§ WHAT YOU NEED TO DO
Look through the listing for the word "Sprint". Copy each line that has it.

── INFORMATION

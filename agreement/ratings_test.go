package agreement

import (
	"fmt"
	"math"
	"strings"
	"testing"
)

// What a caller gets wrong comes back as an error that says what.
func TestMisuse(t *testing.T) {
	ok := func() *Ratings { return must[*Ratings](t)(New(2, 2, []int{1, 2})) }
	with := func(change func(*Options)) error {
		opt := DefaultOptions()
		change(&opt)
		_, err := Analyse(ok(), opt)
		return err
	}
	for words, f := range map[string]func() error{
		"-1 parts":                           func() error { _, err := New(-1, 2, nil); return err },
		"0 categories":                       func() error { _, err := New(1, 0, nil); return err },
		"255 categories, want 1 to 254":      func() error { _, err := New(1, 255, nil); return err },
		"appraiser 1 has 0 trials":           func() error { _, err := New(1, 2, []int{1, 0}); return err },
		"cells":                              func() error { _, err := New(1<<20, 2, []int{1 << 20}); return err },
		"appraisers 0 to 1 are more":         func() error { _, err := New(1, 2, []int{math.MaxInt32, math.MaxInt}); return err },
		"appraisers 0 to 0 are more":         func() error { _, err := New(0, 2, []int{math.MaxInt}); return err },
		"3 references for 2 parts":           func() error { return ok().SetReference(make([]Category, 3)) },
		"1 entries for 2 categories":         func() error { return ok().SetAccept(make([]bool, 1)) },
		"confidence 1 is not between":        func() error { return with(func(o *Options) { o.Confidence = 1 }) },
		"confidence 0 is not between":        func() error { return with(func(o *Options) { o.Confidence = 0 }) },
		"confidence NaN is not between":      func() error { return with(func(o *Options) { o.Confidence = math.NaN() }) },
		"-1 resamples":                       func() error { return with(func(o *Options) { o.Resamples = -1 }) },
		"1000001 resamples, want 0 to 10000": func() error { return with(func(o *Options) { o.Resamples = 1_000_001 }) },
		"the call of appraiser 1 in trial 1 on part 1 is 2, no category of the study: want 0 to 1, or Missing": func() error {
			r := ok()
			r.Row(1)[2] = 2
			_, err := Analyse(r, DefaultOptions())
			return err
		},
		"the reference of part 1 is 7, no category": func() error { return ok().SetReference([]Category{0, 7}) },
		"the reference of part 0 is 9, no category": func() error {
			r, reference := ok(), []Category{0, Missing}
			if err := r.SetReference(reference); err != nil {
				return err
			}
			reference[0] = 9 // it is kept
			_, err := Analyse(r, DefaultOptions())
			return err
		},
		"make them with New":       func() error { _, err := Analyse(nil, DefaultOptions()); return err },
		"there are no ratings":     func() error { _, err := Analyse(new(Ratings), DefaultOptions()); return err },
		"1 names for 2":            func() error { return with(func(o *Options) { o.Names = []string{"early"} }) },
		"3 names for 2":            func() error { return with(func(o *Options) { o.Names = make([]string, 3) }) },
		"Pairing(9), want Matched": func() error { return with(func(o *Options) { o.Pairing = 9 }) },
		"weights 7, want Nominal":  func() error { _, err := Table{{1, 2}, {3, 4}}.Kappa(7); return err },
		"weights -1, want Nominal": func() error { _, _, err := Table{{1, 2}, {3, 4}}.Kappa1969(-1); return err },
		"category 2, want 0 to 1":  func() error { _, err := Counts{{1, 2}, {3, 4}}.CategoryKappa(2); return err },
		"category -1, want 0 to 1": func() error { _, err := Counts{{1, 2}, {3, 4}}.CategoryKappa(-1); return err },
		"no call, or every call, is of this category": func() error {
			_, err := Counts{{1, 2, 0}, {3, 4, 0}}.CategoryKappa(2)
			return err
		},
	} {
		if err := f(); err == nil || !strings.Contains(err.Error(), words) {
			t.Errorf("%v, want words %q", err, words)
		}
	}
}

// What Ratings does not hold is never taken from somewhere else.
func TestOutOfRangePanics(t *testing.T) {
	r := must[*Ratings](t)(New(2, 2, []int{2, 1}))
	for what, f := range map[string]func(){
		"agreement: trial 2 of appraiser 0, who has 2":  func() { r.Column(0, 2) },
		"agreement: trial -1 of appraiser 1, who has 1": func() { r.Column(1, -1) },
		"index out of range [3]":                        func() { r.Column(2, 0) },
		"index out of range [-1]":                       func() { r.Calls(0, -1) },
		"slice bounds out of range":                     func() { r.Row(2) },
		"agreement: part 2 of 2":                        func() { r.Reference(2) },
		"agreement: Pairing(9), want Matched or All":    func() { r.TrialPairs(0, 1, 9) },
	} {
		func() {
			defer func() {
				if got := fmt.Sprint(recover()); !strings.Contains(got, what) {
					t.Errorf("panic %q, want %q", got, what)
				}
			}()
			f()
		}()
	}
	if got := fmt.Sprint(Matched, All, Pairing(9)); got != "matched all Pairing(9)" {
		t.Error(got)
	}
}

// Appending to the calls of one appraiser leaves the next one's alone.
func TestCallsEndWithTheAppraiser(t *testing.T) {
	r := must[*Ratings](t)(New(1, 2, []int{1, 1}))
	_ = append(r.Calls(0, 0), 1)
	_ = append(r.CallsIn(r.Row(0), 0), 1)
	if made, _ := r.Count(); made != 0 {
		t.Errorf("row %v", r.Row(0))
	}
}

func TestRatingsHoldCalls(t *testing.T) {
	r := must[*Ratings](t)(New(2, 3, []int{1, 2}))
	if made, missing := r.Count(); made != 0 || missing != 6 {
		t.Errorf("empty: %d calls, %d missing", made, missing)
	}
	r.Row(1)[r.Column(1, 1)] = 2
	r.Calls(0, 1)[0] = 1
	if made, missing := r.Count(); made != 2 || missing != 4 {
		t.Errorf("%d calls, %d missing", made, missing)
	}
	if c := r.Calls(1, 1); len(c) != 2 || c[0] != Missing || c[1] != 2 {
		t.Errorf("calls %v", c)
	}
	if c := r.Row(0); len(c) != 3 || c[1] != 1 || c[0] != Missing {
		t.Errorf("row %v", c)
	}
	if r.HasReference() || r.HasAccept() || r.Reference(0) != Missing || r.Accepts(1) {
		t.Error("nothing was set")
	}
	if err := r.SetReference([]Category{2, Missing}); err != nil {
		t.Fatal(err)
	}
	if err := r.SetAccept([]bool{false, true, true}); err != nil {
		t.Fatal(err)
	}
	if !r.HasReference() || r.Reference(0) != 2 || r.Reference(1) != Missing {
		t.Error("the reference was not kept")
	}
	if !r.HasAccept() || r.Accepts(0) || !r.Accepts(2) || r.Accepts(Missing) {
		t.Error("the split was not kept")
	}
	if r.Parts() != 2 || r.Appraisers() != 2 || r.Categories() != 3 || r.Trials(0) != 1 || r.Trials(1) != 2 {
		t.Error("size")
	}
}

// Appraisers that took part in different trials are matched by the numbers of
// the trials, not by their places.
func TestTrialNumbers(t *testing.T) {
	r, err := New(2, 2, []int{2, 2})
	if err != nil {
		t.Fatal(err)
	}
	if err := r.SetTrialNumbers([][]int{{1, 2}, {2, 3}}); err != nil {
		t.Fatal(err)
	}
	copy(r.Row(0), []Category{0, 1, 1, 0})
	copy(r.Row(1), []Category{1, 0, 1, 1})
	a, err := Analyse(r, DefaultOptions())
	if err != nil {
		t.Fatal(err)
	}
	// Only trial 2: 1 beside 1 on the first part, 0 beside 1 on the second.
	sameTable(t, "matched", a.Between.Pairs[0].Table, Table{{0, 1}, {0, 1}})
	for name, numbers := range map[string][][]int{
		"too few appraisers": {{1, 2}},
		"too few trials":     {{1}, {1, 2}},
		"twice":              {{1, 1}, {1, 2}},
	} {
		if r.SetTrialNumbers(numbers) == nil {
			t.Errorf("%s: no error", name)
		}
	}
}
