package agreement

import (
	"math"
	"strings"
	"testing"
)

// What a caller gets wrong comes back as an error that says what.
func TestMisuse(t *testing.T) {
	ok := func() *Ratings { return must[*Ratings](t)(New(2, 2, []int{1, 2})) }
	with := func(change func(*Options)) error {
		opt := DefaultOptions()
		change(&opt)
		_, err := Analyse(ok(), opt)
		return err
	}
	for words, f := range map[string]func() error{
		"-1 parts":                           func() error { _, err := New(-1, 2, nil); return err },
		"0 categories":                       func() error { _, err := New(1, 0, nil); return err },
		"255 categories, want 1 to 254":      func() error { _, err := New(1, 255, nil); return err },
		"appraiser 1 has 0 trials":           func() error { _, err := New(1, 2, []int{1, 0}); return err },
		"cells":                              func() error { _, err := New(1<<20, 2, []int{1 << 20}); return err },
		"appraisers 0 to 1 are more":         func() error { _, err := New(1, 2, []int{math.MaxInt32, math.MaxInt}); return err },
		"appraisers 0 to 0 are more":         func() error { _, err := New(0, 2, []int{math.MaxInt}); return err },
		"3 references for 2 parts":           func() error { return ok().SetReference(make([]Category, 3)) },
		"1 entries for 2 categories":         func() error { return ok().SetAccept(make([]bool, 1)) },
		"confidence 1 is not between":        func() error { return with(func(o *Options) { o.Confidence = 1 }) },
		"confidence 0 is not between":        func() error { return with(func(o *Options) { o.Confidence = 0 }) },
		"confidence NaN is not between":      func() error { return with(func(o *Options) { o.Confidence = math.NaN() }) },
		"-1 resamples":                       func() error { return with(func(o *Options) { o.Resamples = -1 }) },
		"1000001 resamples, want 0 to 10000": func() error { return with(func(o *Options) { o.Resamples = 1_000_001 }) },
		"a call or a reference is no": func() error {
			r := ok()
			r.Row(1)[2] = 2
			_, err := Analyse(r, DefaultOptions())
			return err
		},
		"reference is no category": func() error {
			r := ok()
			if err := r.SetReference([]Category{0, 7}); err != nil {
				return err
			}
			_, err := Analyse(r, DefaultOptions())
			return err
		},
	} {
		if err := f(); err == nil || !strings.Contains(err.Error(), words) {
			t.Errorf("%v, want words %q", err, words)
		}
	}
}

func TestRatingsHoldCalls(t *testing.T) {
	r := must[*Ratings](t)(New(2, 3, []int{1, 2}))
	if made, missing := r.Count(); made != 0 || missing != 6 {
		t.Errorf("empty: %d calls, %d missing", made, missing)
	}
	r.Row(1)[r.Column(1, 1)] = 2
	r.Calls(0, 1)[0] = 1
	if made, missing := r.Count(); made != 2 || missing != 4 {
		t.Errorf("%d calls, %d missing", made, missing)
	}
	if c := r.Calls(1, 1); len(c) != 2 || c[0] != Missing || c[1] != 2 {
		t.Errorf("calls %v", c)
	}
	if c := r.Row(0); len(c) != 3 || c[1] != 1 || c[0] != Missing {
		t.Errorf("row %v", c)
	}
	if r.HasReference() || r.HasAccept() || r.Reference(0) != Missing || r.Accepts(1) {
		t.Error("nothing was set")
	}
	if err := r.SetReference([]Category{2, Missing}); err != nil {
		t.Fatal(err)
	}
	if err := r.SetAccept([]bool{false, true, true}); err != nil {
		t.Fatal(err)
	}
	if !r.HasReference() || r.Reference(0) != 2 || r.Reference(1) != Missing {
		t.Error("the reference was not kept")
	}
	if !r.HasAccept() || r.Accepts(0) || !r.Accepts(2) || r.Accepts(Missing) {
		t.Error("the split was not kept")
	}
	if r.Parts() != 2 || r.Appraisers() != 2 || r.Categories() != 3 || r.Trials(0) != 1 || r.Trials(1) != 2 {
		t.Error("size")
	}
}

// Appraisers that took part in different trials are matched by the numbers of
// the trials, not by their places.
func TestTrialNumbers(t *testing.T) {
	r, err := New(2, 2, []int{2, 2})
	if err != nil {
		t.Fatal(err)
	}
	if err := r.SetTrialNumbers([][]int{{1, 2}, {2, 3}}); err != nil {
		t.Fatal(err)
	}
	copy(r.Row(0), []Category{0, 1, 1, 0})
	copy(r.Row(1), []Category{1, 0, 1, 1})
	a, err := Analyse(r, DefaultOptions())
	if err != nil {
		t.Fatal(err)
	}
	// Only trial 2: 1 beside 1 on the first part, 0 beside 1 on the second.
	sameTable(t, "matched", a.Between.Pairs[0].Table, Table{{0, 1}, {0, 1}})
	for name, numbers := range map[string][][]int{
		"too few appraisers": {{1, 2}},
		"too few trials":     {{1}, {1, 2}},
		"twice":              {{1, 1}, {1, 2}},
	} {
		if r.SetTrialNumbers(numbers) == nil {
			t.Errorf("%s: no error", name)
		}
	}
}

────

§ TASK ANSWER
				if got := fmt.Sprint(recover()); !strings.Contains(got, what) {
	if got := fmt.Sprint(Matched, All, Pairing(9)); got != "matched all Pairing(9)" {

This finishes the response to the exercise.